Trying to determine if it’s an actual short either to ground or blown drive component.

How is drive speed or torque controlled?


----------



## Kevhuff26 (Dec 17, 2018)

micromind said:


> 80% on a centrifugal pump would be a fairly light load, not even close to an actual overload.
> 
> When it runs, can you look at current on the VFD display? The The display is more accurate than a typical clamp-on meter.


I believe I can. I just need to scroll through and find it. We did put a Fluke power quality analyzer on the motor for a few days. The current was no where near an overload condition.


----------



## Kevhuff26 (Dec 17, 2018)

gpop said:


> The pump pulls the highest amps on start up until it builds up back pressure which can cause a overload problem but the manual states this is a instantaneous trip where the amps exceeded the drives max output so you are looking for a surge rather than a overload that the drive can deal with.
> 
> Ive seen old vfd's throw this code for no reason and ive seen motors that test good when warm test bad after they have cooled off.
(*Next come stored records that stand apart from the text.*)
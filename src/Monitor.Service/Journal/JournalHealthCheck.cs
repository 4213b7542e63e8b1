using Microsoft.Extensions.Diagnostics.HealthChecks;

namespace Monitor.Service.Journal;

/// <summary>
/// Health of the trade journal: unhealthy from a failed write until the next successful one. Meanwhile trade
/// appends throw, so trade messages are not acknowledged and come back: nothing is lost.
/// </summary>
public sealed class JournalHealthCheck(TradeJournal journal) : IHealthCheck
{
    public Task<HealthCheckResult> CheckHealthAsync(HealthCheckContext context, CancellationToken cancellationToken = default)
    {
        var data = new Dictionary<string, object> { ["records"] = journal.RecordCount, ["flushes"] = journal.FlushCount };
        var result = journal.IsHealthy
            ? HealthCheckResult.Healthy("trade journal writable", data)
            : HealthCheckResult.Unhealthy($"trade journal write failed: {journal.LastError}", null, data);
        return Task.FromResult(result);
    }
}
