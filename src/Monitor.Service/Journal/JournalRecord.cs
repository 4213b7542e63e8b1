using Monitor.Analytics.Market;
using Monitor.Service.Engine;

namespace Monitor.Service.Journal;

/// <summary>One journal line read back: its sequence number and either a trade or a quote.</summary>
public sealed record JournalRecord(long Seq, DateTimeOffset WrittenTime, TradeInput? Trade, BondQuote? Quote);
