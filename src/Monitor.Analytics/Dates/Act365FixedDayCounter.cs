namespace Monitor.Analytics.Dates;

/// <summary>ACT/365 (Fixed) (ISDA 2006, 4.16(d)): actual days / 365, leap years or not.</summary>
public sealed class Act365FixedDayCounter : IDayCounter
{
    public DayCountConvention Convention => DayCountConvention.Act365Fixed;

    public int DayCount(DateOnly start, DateOnly end) => end.DayNumber - start.DayNumber;

    public double YearFraction(DateOnly start, DateOnly end, DateOnly referenceStart, DateOnly referenceEnd, int frequency) =>
        DayCount(start, end) / 365.0;
}
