namespace Monitor.Analytics.Dates;

/// <summary>
/// A business-day calendar: Saturdays and Sundays plus a list of holidays (per currency, from configuration).
/// </summary>
public sealed class BusinessCalendar
{
    private readonly HashSet<DateOnly> _holidays;

    public BusinessCalendar(string name, IEnumerable<DateOnly> holidays)
    {
        ArgumentNullException.ThrowIfNull(holidays);
        if (string.IsNullOrWhiteSpace(name))
        {
            throw new ArgumentException($"Calendar name must not be blank; name = '{name}'.", nameof(name));
        }

        Name = name;
        _holidays = [.. holidays];
    }

    /// <summary>A calendar with weekends only.</summary>
    public static BusinessCalendar WeekendsOnly { get; } = new("WEEKENDS", []);

    public string Name { get; }

    public IReadOnlyCollection<DateOnly> Holidays => _holidays;

    public bool IsBusinessDay(DateOnly date) =>
        date.DayOfWeek is not (DayOfWeek.Saturday or DayOfWeek.Sunday) && !_holidays.Contains(date);

    /// <summary>The first business day strictly after <paramref name="date"/>.</summary>
    public DateOnly NextBusinessDay(DateOnly date)
    {
        var d = date.AddDays(1);
        while (!IsBusinessDay(d))
        {
            d = d.AddDays(1);
        }

        return d;
    }

    /// <summary>
    /// <paramref name="date"/> moved to a business day (following), then <paramref name="days"/> business days on
    /// (back for negative values).
    /// </summary>
    public DateOnly AddBusinessDays(DateOnly date, int days)
    {
        var d = date;
        var step = days >= 0 ? 1 : -1;
        while (!IsBusinessDay(d))
        {
            d = d.AddDays(step);
        }

        for (var left = Math.Abs(days); left > 0; left--)
        {
            d = d.AddDays(step);
            while (!IsBusinessDay(d))
            {
                d = d.AddDays(step);
            }
        }

        return d;
    }

    /// <summary>
    /// Settlement date of a trade done on <paramref name="tradeDate"/>: T + <paramref name="lagBusinessDays"/> business
    /// days. A trade on a non-business day is treated as done on the next business day (common practice, no source).
    /// </summary>
    public DateOnly SettlementDate(DateOnly tradeDate, int lagBusinessDays)
    {
        if (lagBusinessDays < 0)
        {
            throw new ArgumentOutOfRangeException(nameof(lagBusinessDays), lagBusinessDays, $"Settlement lag must be zero or more business days; lagBusinessDays = {lagBusinessDays}.");
        }

        return AddBusinessDays(tradeDate, lagBusinessDays);
    }
}
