using System.Buffers;
using System.Globalization;
using System.Text;
using System.Text.Json;
using Monitor.Analytics.Market;
using Monitor.Service.Engine;
using Monitor.Service.Storage;

namespace Monitor.Service.Journal;

/// <summary>
/// Writes and reads one line of the journal format trade-journal/2 (see README.md in this folder): a JSON object
/// <c>{"format","seq","kind","writtenTime","trade"|"quote"|"instrument","prevMac","mac"}</c> where <c>mac</c> is the HMAC-SHA256
/// (RFC 2104) under the record key of the line with the <c>,"mac":"…"</c> member cut out, and <c>prevMac</c> the mac of
/// the line before in the same day file (64 zeros for the first). The MAC is over bytes, so a reader never re-serialises.
/// </summary>
internal static class JournalLine
{
    /// <summary>The format id, first member of every line.</summary>
    public const string FormatId = "trade-journal/2";

    /// <summary>prevMac of a day file's first line: 64 zeros.</summary>
    public static readonly string Genesis = new('0', 64);

    /// <summary>Length of the MAC suffix <c>,"mac":"</c> + 64 hex + <c>"}</c>.</summary>
    public const int SuffixLength = 8 + 64 + 2;

    private static readonly byte[] SuffixStart = ",\"mac\":\""u8.ToArray();

    public static byte[] Trade(RecordKey key, long seq, DateTimeOffset writtenTime, TradeInput trade, string prevMac) =>
        Build(key, seq, "trade", writtenTime, prevMac, w =>
        {
            w.WriteStartObject("trade");
            w.WriteString("tradeId", trade.TradeId);
            w.WriteNumber("version", trade.Version);
            w.WriteString("action", ActionName(trade.Action));
            w.WriteString("book", trade.Book);
            w.WriteString("instrumentId", trade.InstrumentId);
            w.WriteNumber("faceAmount", trade.FaceAmount);
            w.WriteNumber("cleanPrice", trade.CleanPrice);
            w.WriteString("tradeTime", Iso(trade.TradeTime));
            w.WriteEndObject();
        });

    public static byte[] Quote(RecordKey key, long seq, DateTimeOffset writtenTime, BondQuote quote, string prevMac) =>
        Build(key, seq, "quote", writtenTime, prevMac, w =>
        {
            w.WriteStartObject("quote");
            w.WriteString("instrumentId", quote.InstrumentId);
            w.WriteString("quoteTime", Iso(quote.QuoteTime));
            WriteOptional(w, "bid", quote.Bid);
            WriteOptional(w, "ask", quote.Ask);
            WriteOptional(w, "mid", quote.Mid);
            WriteOptional(w, "yield", quote.Yield);
            if (quote.Source is null)
            {
                w.WriteNull("source");
            }
            else
            {
                w.WriteString("source", quote.Source);
            }
            w.WriteEndObject();
        });

    /// <summary>An accepted instrument definition (kind <c>instrument</c>), journalled before it changes the engine.</summary>
    public static byte[] Definition(RecordKey key, long seq, DateTimeOffset writtenTime, Analytics.Instruments.Bond bond, string prevMac) =>
        Build(key, seq, "instrument", writtenTime, prevMac, w =>
        {
            w.WriteStartObject("instrument");
            BondTerms.Write(w, bond);
            w.WriteEndObject();
        });

    /// <summary>
    /// Reads one line (without its LF) and checks its MAC under <paramref name="key"/>. Returns null and a reason when the
    /// line cannot be used; <paramref name="tradeId"/> is the line's trade id whenever it can be read, even from a bad line.
    /// </summary>
    public static JournalRecord? Parse(RecordKey key, ReadOnlySpan<byte> line, out JournalProblemKind? problem, out string detail, out string? tradeId)
    {
        problem = null;
        detail = string.Empty;
        tradeId = TryReadTradeId(line);
        if (line.Length <= SuffixLength || !line[^SuffixLength..].StartsWith(SuffixStart) || line[^2] != (byte)'"' || line[^1] != (byte)'}')
        {
            problem = JournalProblemKind.Unparsable;
            detail = "the line does not end with the ,\"mac\":\"<64 hex>\"} member.";
            return null;
        }
        var stored = Encoding.ASCII.GetString(line[^(SuffixLength - SuffixStart.Length)..^2]);
        var computed = MacOf(key, line[..^SuffixLength]);
        if (!RecordKey.SameMac(stored, computed))
        {
            problem = JournalProblemKind.MacMismatch;
            detail = $"stored mac {Short(stored)} but HMAC-SHA256 under the record key from {key.Source} gives {Short(computed)}: the line was written or changed without the key (or the key is not the journal's).";
            return null;
        }
        try
        {
            using var doc = JsonDocument.Parse(line.ToArray());
            var root = doc.RootElement;
            if (root.GetProperty("format").GetString() != FormatId)
            {
                throw new FormatException($"format is {root.GetProperty("format").GetRawText()}, expected \"{FormatId}\".");
            }
            var prevMac = Text(root, "prevMac");
            var seq = root.GetProperty("seq").GetInt64();
            var written = ReadTime(root, "writtenTime");
            var kind = root.GetProperty("kind").GetString();
            switch (kind)
            {
                case "trade":
                    var t = root.GetProperty("trade");
                    var trade = new TradeInput(
                        Text(t, "tradeId"), t.GetProperty("version").GetInt32(), ParseAction(Text(t, "action")), Text(t, "book"),
                        Text(t, "instrumentId"), t.GetProperty("faceAmount").GetDouble(), t.GetProperty("cleanPrice").GetDouble(), ReadTime(t, "tradeTime"));
                    return new JournalRecord(seq, written, trade, null) { PrevMac = prevMac, Mac = stored };
                case "quote":
                    var q = root.GetProperty("quote");
                    var quote = new BondQuote(Text(q, "instrumentId"), ReadTime(q, "quoteTime"), Optional(q, "bid"), Optional(q, "ask"),
                        Optional(q, "mid"), Optional(q, "yield"), q.TryGetProperty("source", out var s) ? s.GetString() : null);
                    return new JournalRecord(seq, written, null, quote) { PrevMac = prevMac, Mac = stored };
                case "instrument":
                    return new JournalRecord(seq, written, null, null, BondTerms.Read(root.GetProperty("instrument"))) { PrevMac = prevMac, Mac = stored };
                default:
                    problem = JournalProblemKind.Unparsable;
                    detail = $"kind '{kind}' is not 'trade', 'quote' or 'instrument'.";
                    return null;
            }
        }
        catch (Exception ex) when (ex is JsonException or KeyNotFoundException or InvalidOperationException or FormatException or ArgumentException)
        {
            problem = JournalProblemKind.Unparsable;
            detail = ex.Message;
            return null;
        }
    }

    /// <summary>Lowercase hex HMAC-SHA256 of the canonical bytes: the line without its mac member, closed by <c>}</c>.</summary>
    public static string MacOf(RecordKey key, ReadOnlySpan<byte> lineWithoutSuffix)
    {
        var canonical = new byte[lineWithoutSuffix.Length + 1];
        lineWithoutSuffix.CopyTo(canonical);
        canonical[^1] = (byte)'}';
        return key.Mac(canonical);
    }

    /// <summary>The mac stored in a line this class built (with its LF).</summary>
    public static string MacIn(byte[] line) => Encoding.ASCII.GetString(line, line.Length - 1 - 2 - 64, 64);

    private static string? TryReadTradeId(ReadOnlySpan<byte> line)
    {
        try
        {
            using var doc = JsonDocument.Parse(line.ToArray());
            return doc.RootElement.TryGetProperty("trade", out var t) && t.TryGetProperty("tradeId", out var id) ? id.GetString() : null;
        }
        catch (Exception ex) when (ex is JsonException or InvalidOperationException)
        {
            return null;
        }
    }

    private static byte[] Build(RecordKey key, long seq, string kind, DateTimeOffset writtenTime, string prevMac, Action<Utf8JsonWriter> body)
    {
        var buffer = new ArrayBufferWriter<byte>(256);
        using (var w = new Utf8JsonWriter(buffer))
        {
            w.WriteStartObject();
            w.WriteString("format", FormatId);
            w.WriteNumber("seq", seq);
            w.WriteString("kind", kind);
            w.WriteString("writtenTime", writtenTime.UtcDateTime.ToString("yyyy-MM-dd'T'HH:mm:ss.fffffff'Z'", CultureInfo.InvariantCulture));
            body(w);
            w.WriteString("prevMac", prevMac);
            w.WriteEndObject();
        }
        var canonical = buffer.WrittenSpan;
        var hash = key.Mac(canonical);
        // The line: canonical bytes with the closing '}' replaced by ,"mac":"<mac>"} and a LF.
        var line = new byte[canonical.Length - 1 + SuffixLength + 1];
        canonical[..^1].CopyTo(line);
        var at = canonical.Length - 1;
        SuffixStart.CopyTo(line, at);
        at += SuffixStart.Length;
        Encoding.ASCII.GetBytes(hash, 0, hash.Length, line, at);
        at += hash.Length;
        line[at++] = (byte)'"';
        line[at++] = (byte)'}';
        line[at] = (byte)'\n';
        return line;
    }

    private static void WriteOptional(Utf8JsonWriter w, string name, double? value)
    {
        if (value is { } v)
        {
            w.WriteNumber(name, v);
        }
        else
        {
            w.WriteNull(name);
        }
    }

    private static double? Optional(JsonElement e, string name) =>
        e.TryGetProperty(name, out var v) && v.ValueKind != JsonValueKind.Null ? v.GetDouble() : null;

    private static string Text(JsonElement e, string name) =>
        e.GetProperty(name).GetString() ?? throw new FormatException($"'{name}' is null.");

    private static DateTimeOffset ReadTime(JsonElement e, string name) =>
        DateTimeOffset.Parse(Text(e, name), CultureInfo.InvariantCulture, DateTimeStyles.RoundtripKind);

    private static string ActionName(TradeAction action) => action switch
    {
        TradeAction.New => "new",
        TradeAction.Amend => "amend",
        TradeAction.Cancel => "cancel",
        _ => throw new ArgumentOutOfRangeException(nameof(action), action, "Unknown trade action."),
    };

    private static TradeAction ParseAction(string text) => text switch
    {
        "new" => TradeAction.New,
        "amend" => TradeAction.Amend,
        "cancel" => TradeAction.Cancel,
        _ => throw new FormatException($"action '{text}' is not new, amend or cancel."),
    };

    private static string Iso(DateTimeOffset time) => time.ToString("O", CultureInfo.InvariantCulture);

    private static string Short(string hash) => hash.Length > 12 ? hash[..12] + "…" : hash;
}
It is very strange. I can say this. I have personally megger tested the motor at-least twice and it passed. We also just had another vender perform extensive motor testing and it passed again.

We also isolated the VFD output cables and megger tested them at 2000v per NIDEC’s recommendation. We tested each phase to ground. All passed. However, we did not test phase-phase. I asked the NIDEC support and they said we shouldn’t have to do that. They also initially told us to just replace all the VFD output cables as there is maybe a small short. We are finding that hard to believe.


----------



## Kevhuff26 (Dec 17, 2018)

paulengr said:


> What is the insulation resistance using a digital megaohm meter tested at 500 V for 60 seconds from phase to ground after disconnecting from VFD? Also measure temperature in C when you do it. Watch readings. Is there any jitter? Does it jump up then flat light or rapidly increase then sort of level off but continue to increase?
> 
> Put multimeter in diode check mode. With drive off put one probe on DC+ and the other on L1, L2, L3, T1, T2, T3. Repeat with DC-. Then flip the probes and repeat again. Check to see that everything “looks right”. Readings should be about 0.3-0.7 V in one direction, open in the other. Check VFD capacitance. What is reading from DC+ to DC-?
> 
> ...




I will look for the motor megger test results. The VFD output cables we recently tested phase-ground all tested in the T ohms except for one it was like 950 G ohms. However, we did not test phase-phase on the cables.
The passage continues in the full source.